Saved data entries:
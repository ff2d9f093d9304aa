"""The grammar files: where they stand, that they build without conflict, that every terminal has a name."""

from __future__ import annotations

import logging
import re
import subprocess
import sys

import pytest
from lark import Lark, logger

from symnet import grammar_files
from symnet.errors import SymnetError
from symnet.grammar_files import grammar_path, parser

STARTS = ("statement", "value", "expression")
GRAMMARS = {"network": STARTS, "working": ("line",)}


@pytest.mark.parametrize("name", GRAMMARS)
def test_no_conflict(name: str, caplog: pytest.LogCaptureFixture) -> None:
    # lark resolves shift/reduce conflicts silently in favour of shifting, unless its log is read.
    level = logger.level
    logger.setLevel(logging.DEBUG)
    try:
        with caplog.at_level(logging.DEBUG, logger=logger.name):
            logger.propagate = True
            Lark.open(str(grammar_path(name)), parser="lalr", start=list(GRAMMARS[name]), debug=True)
    finally:
        logger.setLevel(level)
    assert not [record for record in caplog.records if "conflict" in record.getMessage().lower()]


def test_a_conflict_would_be_seen(caplog: pytest.LogCaptureFixture) -> None:
    ambiguous = 'start: start PLUS start | NAME\nPLUS: "+"\nNAME: /[a-z]+/'
    level = logger.level
    logger.setLevel(logging.DEBUG)
    try:
        with caplog.at_level(logging.DEBUG, logger=logger.name):
            logger.propagate = True
            Lark(ambiguous, parser="lalr", debug=True)
    finally:
        logger.setLevel(level)
    assert [record for record in caplog.records if "conflict" in record.getMessage().lower()]


@pytest.mark.parametrize("name", GRAMMARS)
def test_every_terminal_is_named(name: str) -> None:
    names = {terminal.name for terminal in parser(name, *GRAMMARS[name]).terminals}
    assert not [name for name in names if name.startswith("__") or not re.fullmatch(r"_?[A-Z]+", name)]


def test_parsers_are_built_once() -> None:
    assert parser("network", *STARTS) is parser("network", *STARTS)


def test_a_missing_grammar() -> None:
    with pytest.raises(SymnetError, match=r"the grammar file nothing\.lark is missing"):
        grammar_path("nothing")


def test_a_grammar_inside_the_package_comes_first(
    monkeypatch: pytest.MonkeyPatch, tmp_path_factory: pytest.TempPathFactory
) -> None:
    package = tmp_path_factory.mktemp("site") / "symnet"
    (package / "grammar").mkdir(parents=True)
    (package / "grammar" / "network.lark").write_text("// installed")
    monkeypatch.setattr(grammar_files, "__file__", str(package / "grammar_files.py"))
    assert grammar_path("network") == package.resolve() / "grammar" / "network.lark"


def test_lark_is_imported_on_first_use_only() -> None:
    code = "import sys; from symnet.circuit.network import read_network; print('lark' in sys.modules); read_network('a -- R1 -- b'); print('lark' in sys.modules)"
    shown = subprocess.run([sys.executable, "-c", code], capture_output=True, text=True, check=True)
    assert shown.stdout.split() == ["False", "True"]
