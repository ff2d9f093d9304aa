"""The scripts that measure still run. What they measure is for a quiet machine and is asserted nowhere here."""

from __future__ import annotations

import subprocess
import sys
from pathlib import Path

import pytest

from tests.speed.__main__ import page, scripts

SPEED = Path(__file__).resolve().parent / "speed"


@pytest.mark.parametrize("script", sorted(SPEED.glob("[!_]*.py")), ids=lambda path: path.stem)
def test_script_prints_its_table(script: Path) -> None:
    run = subprocess.run(
        [sys.executable, "-m", f"tests.speed.{script.stem}", "1"],
        cwd=SPEED.parents[1],
        capture_output=True,
        text=True,
        check=False,
    )
    assert run.returncode == 0, run.stderr
    header, rule, *rows = run.stdout.splitlines()
    assert header.startswith("| ")
    assert set(rule) <= set("|-: ")
    assert rows
    assert all(row.count("|") == header.count("|") for row in rows)


def test_one_command_makes_a_page_of_all() -> None:
    assert scripts() == [script.stem for script in sorted(SPEED.glob("[!_]*.py"))]
    head, table = page(["reads"], "1")
    assert head.startswith("# How fast symnet is\n\nMeasured 20")
    assert table.startswith("\n## What another read costs")
    assert "\n\n`python -m tests.speed.reads`\n\n| reads of" in table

Work order: Working through the records above, copy each one exactly.

Solution below:
repository ff2d9f093d9304aa
"""The grammar files: where they stand, that they build without conflict, that every terminal has a name."""

from __future__ import annotations

import logging
import re
import subprocess
import sys

import pytest
from lark import Lark, logger

from symnet import grammar_files
from symnet.errors import SymnetError
from symnet.grammar_files import grammar_path, parser

STARTS = ("statement", "value", "expression")
GRAMMARS = {"network": STARTS, "working": ("line",)}


@pytest.mark.parametrize("name", GRAMMARS)
def test_no_conflict(name: str, caplog: pytest.LogCaptureFixture) -> None:
    # lark resolves shift/reduce conflicts silently in favour of shifting, unless its log is read.
    level = logger.level
    logger.setLevel(logging.DEBUG)
    try:
        with caplog.at_level(logging.DEBUG, logger=logger.name):
            logger.propagate = True
            Lark.open(str(grammar_path(name)), parser="lalr", start=list(GRAMMARS[name]), debug=True)
    finally:
        logger.setLevel(level)
    assert not [record for record in caplog.records if "conflict" in record.getMessage().lower()]


def test_a_conflict_would_be_seen(caplog: pytest.LogCaptureFixture) -> None:
    ambiguous = 'start: start PLUS start | NAME\nPLUS: "+"\nNAME: /[a-z]+/'
    level = logger.level
    logger.setLevel(logging.DEBUG)
    try:
        with caplog.at_level(logging.DEBUG, logger=logger.name):
            logger.propagate = True
            Lark(ambiguous, parser="lalr", debug=True)
    finally:
        logger.setLevel(level)
    assert [record for record in caplog.records if "conflict" in record.getMessage().lower()]


@pytest.mark.parametrize("name", GRAMMARS)
def test_every_terminal_is_named(name: str) -> None:
    names = {terminal.name for terminal in parser(name, *GRAMMARS[name]).terminals}
    assert not [name for name in names if name.startswith("__") or not re.fullmatch(r"_?[A-Z]+", name)]


def test_parsers_are_built_once() -> None:
    assert parser("network", *STARTS) is parser("network", *STARTS)


def test_a_missing_grammar() -> None:
    with pytest.raises(SymnetError, match=r"the grammar file nothing\.lark is missing"):
        grammar_path("nothing")


def test_a_grammar_inside_the_package_comes_first(
    monkeypatch: pytest.MonkeyPatch, tmp_path_factory: pytest.TempPathFactory
) -> None:
    package = tmp_path_factory.mktemp("site") / "symnet"
    (package / "grammar").mkdir(parents=True)
    (package / "grammar" / "network.lark").write_text("// installed")
    monkeypatch.setattr(grammar_files, "__file__", str(package / "grammar_files.py"))
    assert grammar_path("network") == package.resolve() / "grammar" / "network.lark"


def test_lark_is_imported_on_first_use_only() -> None:
    code = "import sys; from symnet.circuit.network import read_network; print('lark' in sys.modules); read_network('a -- R1 -- b'); print('lark' in sys.modules)"
    shown = subprocess.run([sys.executable, "-c", code], capture_output=True, text=True, check=True)
    assert shown.stdout.split() == ["False", "True"]
repository ff2d9f093d9304aa
"""The scripts that measure still run. What they measure is for a quiet machine and is asserted nowhere here."""

from __future__ import annotations

import subprocess
import sys
from pathlib import Path

import pytest

from tests.speed.__main__ import page, scripts

SPEED = Path(__file__).resolve().parent / "speed"


@pytest.mark.parametrize("script", sorted(SPEED.glob("[!_]*.py")), ids=lambda path: path.stem)
def test_script_prints_its_table(script: Path) -> None:
    run = subprocess.run(
        [sys.executable, "-m", f"tests.speed.{script.stem}", "1"],
        cwd=SPEED.parents[1],
        capture_output=True,
        text=True,
        check=False,
    )
    assert run.returncode == 0, run.stderr
    header, rule, *rows = run.stdout.splitlines()
    assert header.startswith("| ")
    assert set(rule) <= set("|-: ")
    assert rows
    assert all(row.count("|") == header.count("|") for row in rows)


def test_one_command_makes_a_page_of_all() -> None:
    assert scripts() == [script.stem for script in sorted(SPEED.glob("[!_]*.py"))]
    head, table = page(["reads"], "1")
    assert head.startswith("# How fast symnet is\n\nMeasured 20")
    assert table.startswith("\n## What another read costs")
    assert "\n\n`python -m tests.speed.reads`\n\n| reads of" in table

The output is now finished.